:: Task prompt ::
Below are the records; restate all of them exactly.

Stored items:
◇ ◇ ◇ ◇

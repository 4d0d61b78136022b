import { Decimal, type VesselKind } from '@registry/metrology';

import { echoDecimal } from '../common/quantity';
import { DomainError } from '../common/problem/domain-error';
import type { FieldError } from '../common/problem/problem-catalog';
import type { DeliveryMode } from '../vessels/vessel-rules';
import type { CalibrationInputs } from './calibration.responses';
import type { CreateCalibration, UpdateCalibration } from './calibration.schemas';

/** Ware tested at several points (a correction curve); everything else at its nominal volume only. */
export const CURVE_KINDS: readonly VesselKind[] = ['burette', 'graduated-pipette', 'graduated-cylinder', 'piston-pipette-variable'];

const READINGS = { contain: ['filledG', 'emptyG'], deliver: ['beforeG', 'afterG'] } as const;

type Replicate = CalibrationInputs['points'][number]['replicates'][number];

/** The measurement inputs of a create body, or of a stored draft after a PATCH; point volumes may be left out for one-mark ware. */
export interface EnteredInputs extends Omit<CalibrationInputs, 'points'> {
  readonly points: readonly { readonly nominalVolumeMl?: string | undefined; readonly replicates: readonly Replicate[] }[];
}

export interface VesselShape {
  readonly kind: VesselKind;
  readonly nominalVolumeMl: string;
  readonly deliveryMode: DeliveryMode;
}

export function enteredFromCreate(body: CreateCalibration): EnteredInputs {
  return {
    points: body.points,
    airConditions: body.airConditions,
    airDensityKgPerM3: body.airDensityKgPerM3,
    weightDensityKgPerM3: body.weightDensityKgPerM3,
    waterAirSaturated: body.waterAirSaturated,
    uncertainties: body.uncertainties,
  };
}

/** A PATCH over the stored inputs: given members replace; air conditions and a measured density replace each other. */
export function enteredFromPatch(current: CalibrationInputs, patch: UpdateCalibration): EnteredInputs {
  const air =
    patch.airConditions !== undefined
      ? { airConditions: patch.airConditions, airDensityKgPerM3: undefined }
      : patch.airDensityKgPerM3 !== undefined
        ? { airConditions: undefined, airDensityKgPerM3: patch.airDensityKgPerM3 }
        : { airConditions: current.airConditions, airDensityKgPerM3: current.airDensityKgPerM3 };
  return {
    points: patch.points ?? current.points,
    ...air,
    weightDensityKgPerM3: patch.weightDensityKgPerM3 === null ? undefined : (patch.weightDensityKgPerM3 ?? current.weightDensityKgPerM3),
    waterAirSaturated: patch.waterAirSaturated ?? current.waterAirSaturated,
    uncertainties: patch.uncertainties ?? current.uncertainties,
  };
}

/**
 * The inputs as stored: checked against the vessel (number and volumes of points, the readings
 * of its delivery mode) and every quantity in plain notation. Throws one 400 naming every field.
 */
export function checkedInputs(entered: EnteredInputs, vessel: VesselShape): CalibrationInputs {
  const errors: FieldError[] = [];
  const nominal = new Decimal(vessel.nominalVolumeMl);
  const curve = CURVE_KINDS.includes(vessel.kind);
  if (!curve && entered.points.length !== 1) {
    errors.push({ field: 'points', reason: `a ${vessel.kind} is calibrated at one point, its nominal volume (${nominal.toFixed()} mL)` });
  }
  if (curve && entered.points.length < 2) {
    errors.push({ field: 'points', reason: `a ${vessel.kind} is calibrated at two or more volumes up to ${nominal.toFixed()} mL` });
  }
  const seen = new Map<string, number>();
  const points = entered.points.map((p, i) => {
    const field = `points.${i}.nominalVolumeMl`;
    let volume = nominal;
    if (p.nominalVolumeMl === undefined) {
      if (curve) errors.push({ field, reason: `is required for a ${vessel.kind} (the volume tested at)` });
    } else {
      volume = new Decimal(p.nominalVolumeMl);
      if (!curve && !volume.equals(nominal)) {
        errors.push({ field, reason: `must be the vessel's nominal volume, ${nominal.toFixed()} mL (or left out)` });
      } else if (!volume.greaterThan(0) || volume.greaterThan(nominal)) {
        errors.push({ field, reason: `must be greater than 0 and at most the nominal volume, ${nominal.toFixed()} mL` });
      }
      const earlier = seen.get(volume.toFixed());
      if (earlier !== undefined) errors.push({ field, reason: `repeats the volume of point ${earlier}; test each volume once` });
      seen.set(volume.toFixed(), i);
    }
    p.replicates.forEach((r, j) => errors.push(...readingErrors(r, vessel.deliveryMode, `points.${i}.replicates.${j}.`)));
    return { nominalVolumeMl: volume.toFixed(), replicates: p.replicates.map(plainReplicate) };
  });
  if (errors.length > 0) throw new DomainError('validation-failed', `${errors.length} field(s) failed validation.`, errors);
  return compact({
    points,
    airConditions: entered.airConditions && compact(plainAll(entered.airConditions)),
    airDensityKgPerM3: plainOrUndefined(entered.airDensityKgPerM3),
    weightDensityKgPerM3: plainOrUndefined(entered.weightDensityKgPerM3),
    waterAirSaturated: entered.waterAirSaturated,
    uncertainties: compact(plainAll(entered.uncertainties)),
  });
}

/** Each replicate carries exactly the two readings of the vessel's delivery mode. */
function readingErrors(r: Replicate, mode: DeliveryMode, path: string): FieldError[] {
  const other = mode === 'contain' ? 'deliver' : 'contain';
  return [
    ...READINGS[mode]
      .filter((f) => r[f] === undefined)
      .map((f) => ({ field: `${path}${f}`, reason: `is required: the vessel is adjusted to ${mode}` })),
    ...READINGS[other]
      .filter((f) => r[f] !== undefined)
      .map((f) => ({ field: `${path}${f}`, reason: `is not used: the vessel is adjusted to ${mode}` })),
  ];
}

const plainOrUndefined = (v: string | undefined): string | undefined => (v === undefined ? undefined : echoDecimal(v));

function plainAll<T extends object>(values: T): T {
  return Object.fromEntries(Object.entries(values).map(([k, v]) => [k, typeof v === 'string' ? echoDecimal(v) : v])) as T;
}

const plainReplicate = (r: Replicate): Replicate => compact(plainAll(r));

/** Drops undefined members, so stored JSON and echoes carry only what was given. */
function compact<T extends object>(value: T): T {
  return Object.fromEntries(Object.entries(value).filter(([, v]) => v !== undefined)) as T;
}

◇ ◇ ◇ ◇

:: Task solution ::
repository 4d0d61b78136022b
import { Decimal, type VesselKind } from '@registry/metrology';

import { echoDecimal } from '../common/quantity';
import { DomainError } from '../common/problem/domain-error';
import type { FieldError } from '../common/problem/problem-catalog';
import type { DeliveryMode } from '../vessels/vessel-rules';
import type { CalibrationInputs } from './calibration.responses';
import type { CreateCalibration, UpdateCalibration } from './calibration.schemas';

/** Ware tested at several points (a correction curve); everything else at its nominal volume only. */
export const CURVE_KINDS: readonly VesselKind[] = ['burette', 'graduated-pipette', 'graduated-cylinder', 'piston-pipette-variable'];

const READINGS = { contain: ['filledG', 'emptyG'], deliver: ['beforeG', 'afterG'] } as const;

type Replicate = CalibrationInputs['points'][number]['replicates'][number];

/** The measurement inputs of a create body, or of a stored draft after a PATCH; point volumes may be left out for one-mark ware. */
export interface EnteredInputs extends Omit<CalibrationInputs, 'points'> {
  readonly points: readonly { readonly nominalVolumeMl?: string | undefined; readonly replicates: readonly Replicate[] }[];
}

export interface VesselShape {
  readonly kind: VesselKind;
  readonly nominalVolumeMl: string;
  readonly deliveryMode: DeliveryMode;
}

export function enteredFromCreate(body: CreateCalibration): EnteredInputs {
  return {
    points: body.points,
    airConditions: body.airConditions,
    airDensityKgPerM3: body.airDensityKgPerM3,
    weightDensityKgPerM3: body.weightDensityKgPerM3,
    waterAirSaturated: body.waterAirSaturated,
    uncertainties: body.uncertainties,
  };
}

/** A PATCH over the stored inputs: given members replace; air conditions and a measured density replace each other. */
export function enteredFromPatch(current: CalibrationInputs, patch: UpdateCalibration): EnteredInputs {
  const air =
    patch.airConditions !== undefined
      ? { airConditions: patch.airConditions, airDensityKgPerM3: undefined }
      : patch.airDensityKgPerM3 !== undefined
        ? { airConditions: undefined, airDensityKgPerM3: patch.airDensityKgPerM3 }
        : { airConditions: current.airConditions, airDensityKgPerM3: current.airDensityKgPerM3 };
  return {
    points: patch.points ?? current.points,
    ...air,
    weightDensityKgPerM3: patch.weightDensityKgPerM3 === null ? undefined : (patch.weightDensityKgPerM3 ?? current.weightDensityKgPerM3),
    waterAirSaturated: patch.waterAirSaturated ?? current.waterAirSaturated,
    uncertainties: patch.uncertainties ?? current.uncertainties,
  };
}

/**
 * The inputs as stored: checked against the vessel (number and volumes of points, the readings
 * of its delivery mode) and every quantity in plain notation. Throws one 400 naming every field.
 */
export function checkedInputs(entered: EnteredInputs, vessel: VesselShape): CalibrationInputs {
  const errors: FieldError[] = [];
  const nominal = new Decimal(vessel.nominalVolumeMl);
  const curve = CURVE_KINDS.includes(vessel.kind);
  if (!curve && entered.points.length !== 1) {
    errors.push({ field: 'points', reason: `a ${vessel.kind} is calibrated at one point, its nominal volume (${nominal.toFixed()} mL)` });
  }
  if (curve && entered.points.length < 2) {
    errors.push({ field: 'points', reason: `a ${vessel.kind} is calibrated at two or more volumes up to ${nominal.toFixed()} mL` });
  }
  const seen = new Map<string, number>();
  const points = entered.points.map((p, i) => {
    const field = `points.${i}.nominalVolumeMl`;
    let volume = nominal;
    if (p.nominalVolumeMl === undefined) {
      if (curve) errors.push({ field, reason: `is required for a ${vessel.kind} (the volume tested at)` });
    } else {
      volume = new Decimal(p.nominalVolumeMl);
      if (!curve && !volume.equals(nominal)) {
        errors.push({ field, reason: `must be the vessel's nominal volume, ${nominal.toFixed()} mL (or left out)` });
      } else if (!volume.greaterThan(0) || volume.greaterThan(nominal)) {
        errors.push({ field, reason: `must be greater than 0 and at most the nominal volume, ${nominal.toFixed()} mL` });
      }
      const earlier = seen.get(volume.toFixed());
      if (earlier !== undefined) errors.push({ field, reason: `repeats the volume of point ${earlier}; test each volume once` });
      seen.set(volume.toFixed(), i);
    }
    p.replicates.forEach((r, j) => errors.push(...readingErrors(r, vessel.deliveryMode, `points.${i}.replicates.${j}.`)));
    return { nominalVolumeMl: volume.toFixed(), replicates: p.replicates.map(plainReplicate) };
  });
  if (errors.length > 0) throw new DomainError('validation-failed', `${errors.length} field(s) failed validation.`, errors);
  return compact({
    points,
    airConditions: entered.airConditions && compact(plainAll(entered.airConditions)),
    airDensityKgPerM3: plainOrUndefined(entered.airDensityKgPerM3),
    weightDensityKgPerM3: plainOrUndefined(entered.weightDensityKgPerM3),
    waterAirSaturated: entered.waterAirSaturated,
    uncertainties: compact(plainAll(entered.uncertainties)),
  });
}

/** Each replicate carries exactly the two readings of the vessel's delivery mode. */
function readingErrors(r: Replicate, mode: DeliveryMode, path: string): FieldError[] {
  const other = mode === 'contain' ? 'deliver' : 'contain';
  return [
    ...READINGS[mode]
      .filter((f) => r[f] === undefined)
      .map((f) => ({ field: `${path}${f}`, reason: `is required: the vessel is adjusted to ${mode}` })),
    ...READINGS[other]
      .filter((f) => r[f] !== undefined)
      .map((f) => ({ field: `${path}${f}`, reason: `is not used: the vessel is adjusted to ${mode}` })),
  ];
}

const plainOrUndefined = (v: string | undefined): string | undefined => (v === undefined ? undefined : echoDecimal(v));

function plainAll<T extends object>(values: T): T {
  return Object.fromEntries(Object.entries(values).map(([k, v]) => [k, typeof v === 'string' ? echoDecimal(v) : v])) as T;
}

const plainReplicate = (r: Replicate): Replicate => compact(plainAll(r));

/** Drops undefined members, so stored JSON and echoes carry only what was given. */
function compact<T extends object>(value: T): T {
  return Object.fromEntries(Object.entries(value).filter(([, v]) => v !== undefined)) as T;
}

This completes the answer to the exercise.